The Harpooner and his team reached the oil rig just before dawn. The boat cut its engines one thousand feet from the nearest of the four columns. Then the Harpooner and four members of his Iranian team slipped into the water. They were all wearing wet suits and compressed air cylinders. Slipping beneath the dark surface of the sea, the men swam toward the rig.
Two of them carried waterproof pouches containing watergel high-energy explosives. The Harpooner had carefully injected the blue sticks with heat-sensitive pentanitroaniline. As the sun rose, the heat would cause the foil packet to warm. The sunlight itself would detonate the explosion.
Two other men carried an inflatable raft. This would allow them some stability underneath the platform. Many rigs had sensors on the columns and motion detectors along the sea line. Avoiding the columns and going under the motion detectors was the safest way to get inside the perimeter. Once the explosives were placed, it would be virtually impossible for the crew of the rig to get to them in time.
The Harpooner carried a spear gun and night-vision glasses. He would use the gun to fire the watergel packets around the support struts beneath the platform. The Harpooner had brought along only a dozen of the seven-eighths-inch sticks of explosive. He had learned long ago that the trick to destroying something big is not necessarily to hit it with something big. In hand-to-hand combat, a foe could be driven back with a powerful roundhouse punch. He can be debilitated faster, more efficiently, and with more control, with a finger pressed against his throat, just below the larynx and above the clavicle. Hooking the top of a foot behind the knee and then stepping down with the side of the foot will drop someone faster than hitting them with a baseball bat. Besides, all it takes to neutralize a bat attack is to move in close to the attacker.
The Iranian oil rigs in the Caspian Sea are mostly semisubmersible platforms. They rest on four thick legs with massive pontoons that sink below the waterline
. There is a platform on top of the legs. The riser system—the underwater component, which includes the drill—descends from the derrick, which is mounted on the platform. The key to destroying a platform like that is not to take out the columns but to weaken the center of the platform. Once that has happened, the weight of the structures on top will do the rest. The Harpooner’s team had been able to get copies of the oil rig blueprints. He knew just where to place the watergel.

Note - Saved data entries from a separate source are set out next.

/// `infall` and `plot` on a store find the run's observed sample from any working directory:
/// the store records the directory of the run's configuration, against which the stored
/// relative paths are resolved (they used to stop with "run.sample ... file not found"
/// unless started from that directory). A sample found only next to the store is used with a
/// note naming it; one found nowhere is reported and the tests that need it are skipped.
#[test]
fn retest_a_store_from_anywhere() {
    let d = tempfile::tempdir().unwrap();
    let cfg_text = TINY.replace("[run]\n", "[run]\nsample = \"sample.csv\"\n");
    let cfg = write(d.path(), "tiny.toml", &cfg_text);
    let sample_text = "id,mstar_msun,r_gc_kpc,v_r_kms,t_quench_lookback_gyr,t_quench_err_gyr\n\
                       A,3e5,60,10,11,1\nB,1e6,90,-20,10,1\nC,2e5,120,5,12,0.5\n";
    let sample = write(d.path(), "sample.csv", sample_text);
    let runs = d.path().join("runs");
    std::fs::create_dir_all(&runs).unwrap();
    let store = runs.join("out.h5");
    let out = run_ok(&[
        "run",
        cfg.to_str().unwrap(),
        "--out",
        store.to_str().unwrap(),
    ]);
    // with a sample every figure is drawn, each as PNG and SVG
    let names = check_listed_figures(&out, &runs.join("out-report"));
    assert_eq!(
        names,
        [
            "all_of_n_vs_redshift",
            "all_of_n_vs_lookback",
            "fraction_of_n",
            "quenching_delay",
            "phase_space_matches",
            "infall_times",
            "pericentres",
            "subhalo_mass_function",
            "radial_distribution",
            "backsplash_shells",
            "dependence_on_host_mass",
            // two host masses: the cells overlaid
            "all_of_n_by_cell",
        ],
        "{out}"
    );
    // the working directory of the tests is the crate, neither the store's nor the config's
    let (code, out, err) = run_cli(&["infall", store.to_str().unwrap()]);
    assert_eq!(code, 0, "{err}");
    assert!(out.contains("largest quenching delay"), "{out}");
    // a --config that changes only the tests keeps the run's own sample (it overlays only
    // the keys it gives)
    let tests_only = write(
        d.path(),
        "tests-only.toml",
        "[tests]\ndraws = 500\nbootstrap = 50\n",
    );
    let (code, out, err) = run_cli(&[
        "infall",
        store.to_str().unwrap(),
        "--config",
        tests_only.to_str().unwrap(),
    ]);
    assert_eq!(code, 0, "{err}");
    assert!(out.contains("largest quenching delay"), "{out}");
    // no note from the sample reader (the run's n_draw differs from this sample: that note)
    assert!(
        !err.lines()
            .any(|l| l.starts_with("note:") && !l.contains("tests.n_draw")),
        "{err}"
    );
    let figs = d.path().join("figs");
    let (code, out, err) = run_cli(&[
        "plot",
        store.to_str().unwrap(),
        "--out",
        figs.to_str().unwrap(),
    ]);
    assert_eq!(code, 0, "{err}");
    assert!(out.contains("all_of_n_vs_redshift.png"), "{out}");
    // `plot` prints every file it wrote: both forms of each figure
    for n in &names {
        for ext in ["png", "svg"] {
            let p = figs.join(format!("{n}.{ext}"));
            assert!(out.lines().any(|l| Path::new(l) == p), "{n}.{ext}: {out}");
            assert!(
                std::fs::metadata(&p).unwrap().len() > 3000,
                "{}",
                p.display()
            );
        }
    }
    // the sample moved next to the store: used, with a note naming it
    std::fs::rename(&sample, runs.join("sample.csv")).unwrap();
    let (code, out, err) = run_cli(&["infall", store.to_str().unwrap()]);
    assert_eq!(code, 0, "{err}");
    assert!(err.contains("note: using the observed sample"), "{err}");
    assert!(err.contains("runs"), "{err}");
    assert!(out.contains("largest quenching delay"), "{out}");
    // and gone: a note, and the sample tests are skipped
    std::fs::remove_file(runs.join("sample.csv")).unwrap();
    let (code, out, err) = run_cli(&["infall", store.to_str().unwrap()]);
    assert_eq!(code, 0, "{err}");
    assert!(
        err.contains("note: the run's observed sample (sample.csv) is not at"),
        "{err}"
    );
    assert!(!out.contains("largest quenching delay"), "{out}");
    // a sample given on the command line: no note about the run's own
    let mine = write(d.path(), "mine.csv", sample_text);
    let (code, out, err) = run_cli(&[
        "infall",
        store.to_str().unwrap(),
        "--sample",
        mine.to_str().unwrap(),
    ]);
    assert_eq!(code, 0, "{err}");
    assert!(!err.contains("note:"), "{err}");
    assert!(out.contains("largest quenching delay"), "{out}");
    // re-tested without a sample into the run's report directory, which holds the sample's
    // tables and figures: those go (they belonged to the earlier report), the rest is new,
    // and a file of the user's own there is left alone
    let rep = runs.join("out-report");
    assert!(rep.join("quenching_delay.csv").is_file());
    write(&rep, "my-notes.txt", "mine");
    let (code, _, err) = run_cli(&[
        "infall",
        store.to_str().unwrap(),
        "--out",
        rep.to_str().unwrap(),
        "--overwrite",
    ]);
    assert_eq!(code, 0, "{err}");
    for gone in [
        "quenching_delay.csv",
        "phase_space_matches.csv",
        "quenching_delay.png",
        "quenching_delay.svg",
        "phase_space_matches.png",
    ] {
        assert!(
            !rep.join(gone).exists(),
            "{gone} left from the earlier report"
        );
    }
    for kept in [
        "all_of_n.csv",
        "report.md",
        "infall_times.png",
        "my-notes.txt",
    ] {
        assert!(rep.join(kept).is_file(), "{kept}");
    }
}

/// `infall --config` takes only the [tests] and [galaxies] tables from the new file: the
/// cosmologies stay those the store was made with, so a sweep store can be re-tested with a
/// configuration that lists a single cosmology (it used to stop with "host 2 belongs to
/// cosmology index 1").
#[test]
fn retest_a_sweep_with_other_tests() {
    let d = tempfile::tempdir().unwrap();
    let sweep = TINY
        .replace(
            "[cosmology]\npreset = \"planck18\"",
            "[[cosmology]]\npreset = \"planck18\"\n\n[[cosmology]]\npreset = \"wmap9\"",
        )
        .replace("hosts_per_cell = 3", "hosts_per_cell = 2")
        .replace("mass_msun = [8e11, 1.2e12]", "mass_msun = 1.2e12");
    let cfg = write(d.path(), "sweep.toml", &sweep);
    let store = d.path().join("sweep.h5");
    run_ok(&[
        "run",
        cfg.to_str().unwrap(),
        "--out",
        store.to_str().unwrap(),
    ]);
    let other = write(
        d.path(),
        "other.toml",
        &TINY.replace("n_draw = 3", "n_draw = 2"),
    );
    let (code, out, err) = run_cli(&[
        "infall",
        store.to_str().unwrap(),
        "--config",
        other.to_str().unwrap(),
    ]);
    assert_eq!(code, 0, "{err}");
    assert!(out.contains("P(all 2 fell in before z)"), "{out}");
    // a file with nothing but the [tests] table will do
    let tests_only = write(
        d.path(),
        "tests-only.toml",
        "[tests]\nn_draw = 4\ndraws = 500\nbootstrap = 50\nn_range = [3, 4]\nz_grid = [0.0, 1.0]\n",
    );
    let (code, out, err) = run_cli(&[
        "infall",
        store.to_str().unwrap(),
        "--config",
        tests_only.to_str().unwrap(),
    ]);
    assert_eq!(code, 0, "{err}");
    assert!(out.contains("P(all 4 fell in before z)"), "{out}");
    // and its problems are named (a misspelt table, a value out of range)
    let bad = write(
        d.path(),
        "bad-tests.toml",
        "[test]\nn_draw = 4\n[tests]\ndraws = 5\n",
    );
    let (code, _, err) = run_cli(&[
        "infall",
        store.to_str().unwrap(),
        "--config",
        bad.to_str().unwrap(),
    ]);
    assert_eq!(code, 2, "{err}");
    assert!(
        err.contains("test = (table)") && err.contains("tests.draws"),
        "{err}"
    );
    // a misspelt key of [run] is refused as `run` refuses it (it was ignored, and the
    // store's own sample used; review of 2026-12-04)
    let misspelt = write(d.path(), "misspelt.toml", "[run]\nsampel = \"s.csv\"\n");
    let (code, _, err) = run_cli(&[
        "infall",
        store.to_str().unwrap(),
        "--config",
        misspelt.to_str().unwrap(),
    ]);
    assert_eq!(code, 2, "{err}");
    assert!(
        err.contains("run.sampel") && err.contains("unknown key"),
        "{err}"
    );
    // FILE's [tests.preprocessing] replaces the stored one whole: a stellar-mass threshold
    // is taken (it met the stored halo-mass default and was refused), an empty table is not
    let stellar = write(
        d.path(),
        "stellar.toml",
        "[tests.preprocessing]\nstellar_mass_msun = 1e7\n",
    );
    let (code, _, err) = run_cli(&[
        "infall",
        store.to_str().unwrap(),
        "--config",
        stellar.to_str().unwrap(),
    ]);
    assert_eq!(code, 0, "{err}");
    let empty = write(d.path(), "empty-pre.toml", "[tests.preprocessing]\n");
    let (code, _, err) = run_cli(&[
        "infall",
        store.to_str().unwrap(),
        "--config",
        empty.to_str().unwrap(),
    ]);
    assert_eq!(code, 2, "{err}");
    assert!(err.contains("tests.preprocessing"), "{err}");
    // a sample given with --sample replaces the file's, which then need not exist
    let gone = write(
        d.path(),
        "gone-sample.toml",
        "[run]\nsample = \"nowhere.csv\"\n[tests]\nn_draw = 2\ndraws = 500\nbootstrap = 50\nn_range = [3, 4]\nz_grid = [0.0, 1.0]\n",
    );
    let sample = write(
        d.path(),
        "s.csv",
        "id,mstar_msun,r_gc_kpc,v_r_kms,t_quench_lookback_gyr,t_quench_err_gyr\nA,1e6,50,10,8,1\nB,1e6,80,-20,10,1\n",
    );
    let (code, _, err) = run_cli(&[
        "infall",
        store.to_str().unwrap(),
        "--config",
        gone.to_str().unwrap(),
    ]);
    assert_eq!(code, 2, "{err}");
    assert!(err.contains("run.sample"), "{err}");
    let (code, _, err) = run_cli(&[
        "infall",
        store.to_str().unwrap(),
        "--config",
        gone.to_str().unwrap(),
        "--sample",
        sample.to_str().unwrap(),
    ]);
    assert_eq!(code, 0, "{err}");
}

/// `check` warns (on stderr, exit 0) when the trees' resolution cuts into the haloes that
/// host galaxies, as the Milky-Way configuration does with the occupation by peak mass (erf),
/// and not when it is well below.
#[test]
fn check_warns_about_unresolved_galaxies() {
    let d = tempfile::tempdir().unwrap();
    let base = std::fs::read_to_string(
        std::path::Path::new(env!("CARGO_MANIFEST_DIR")).join("configs/milky-way.toml"),
    )
    .unwrap()
    .replace("occupation = \"reionization\"", "occupation = \"erf\"");
    let p = write(d.path(), "mw.toml", &base);
    let (code, _, err) = run_cli(&["check", p.to_str().unwrap()]);
    assert_eq!(code, 0, "{err}");
    assert!(
        err.contains("warning: trees.resolution_msun") && err.contains("incomplete"),
        "{err}"
    );
    let fine = base.replace(
        "resolution_msun = 31622776.60168379",
        "resolution_msun = 5e6",
    );
    assert_ne!(fine, base);
    let p = write(d.path(), "fine.toml", &fine);
    let (code, _, err) = run_cli(&["check", p.to_str().unwrap()]);
    assert_eq!(code, 0, "{err}");
    assert!(!err.contains("warning"), "{err}");
}

/// One writer per store (issue: two `infall` runs on one store corrupted its analysis group;
/// two `run --resume` on one output published a partial store). While another process holds
/// a store's lock, `infall` on it and `run --resume` into it stop at once with a message that
/// names the holder and change nothing; once the lock is released both work, and the lock
/// file is gone.
#[test]
fn one_writer_per_store() {
    use retinue::io::lock::{lock_path, WriterLock};
    let d = tempfile::tempdir().unwrap();
    let cfg = write(d.path(), "tiny.toml", TINY);
    let store = d.path().join("s.h5");
    run_ok(&[
        "run",
        cfg.to_str().unwrap(),
        "--out",
        store.to_str().unwrap(),
    ]);
    let before = std::fs::read(&store).unwrap();
    // another writer holds the store (this test process stands for it)
    let held = WriterLock::acquire(&store, "retinue infall").unwrap();
    let (code, _, err) = run_cli(&["infall", store.to_str().unwrap()]);
    assert_ne!(code, 0, "{err}");
    assert!(
        err.contains("another process is writing it")
            && err.contains(&format!("retinue infall, process {}", std::process::id())),
        "{err}"
    );
    // a second run into an output another process is writing (its parts included)
    let other = d.path().join("t.h5");
    let held_t = WriterLock::acquire(&other, "retinue run").unwrap();
    let (code, _, err) = run_cli(&[
        "run",
        cfg.to_str().unwrap(),
        "--out",
        other.to_str().unwrap(),
        "--resume",
    ]);
    assert_ne!(code, 0, "{err}");
    assert!(err.contains("another process is writing it"), "{err}");
    assert!(!other.exists() && !d.path().join(".t.h5.parts").exists());
    drop(held_t);
    assert_eq!(std::fs::read(&store).unwrap(), before, "the store changed");
    drop(held);
    assert!(!lock_path(&store).exists());
    run_ok(&["infall", store.to_str().unwrap()]);
    assert!(
        !lock_path(&store).exists(),
        "a finished writer leaves no lock file"
    );
}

The men reached the underbelly of the rig without incident. Though it was dark in the water, the higher struts of the rig caught the first glint of dawn. As the Harpooner eyeballed the target, two men inflated the raft while the other two attached a pair of watergel sticks beneath the tip of three spears. The twelve-inch-long sticks were carefully taped belly-to-belly. This configuration allowed the spear to be fitted into the tube muzzle. It also made sure that the sticks of watergel would not upset the balance of the spear. Though it would have been easier to assemble the package on the boat, the Harpooner had wanted to keep the watergel packets as dry as possible. Though moisture would not harm the explosives, wet foil would take longer for the sun to warm. These packets would only be exposed to direct sunlight for a half hour. He had to make certain they were dry enough—and thus hot enough—to explode within that time.
The raft was a six-man hexagonal platform. The Harpooner did not need it to hold six men. He wanted the larger size for stability. Larger rafts tended to ignore the smaller waves. That was important when he lay on his back to fire. He had removed the canopy to make it lighter. The large case in which it had been carried was discarded. The Harpooner climbed on board while the other men hung onto the sides to steady the raft even more.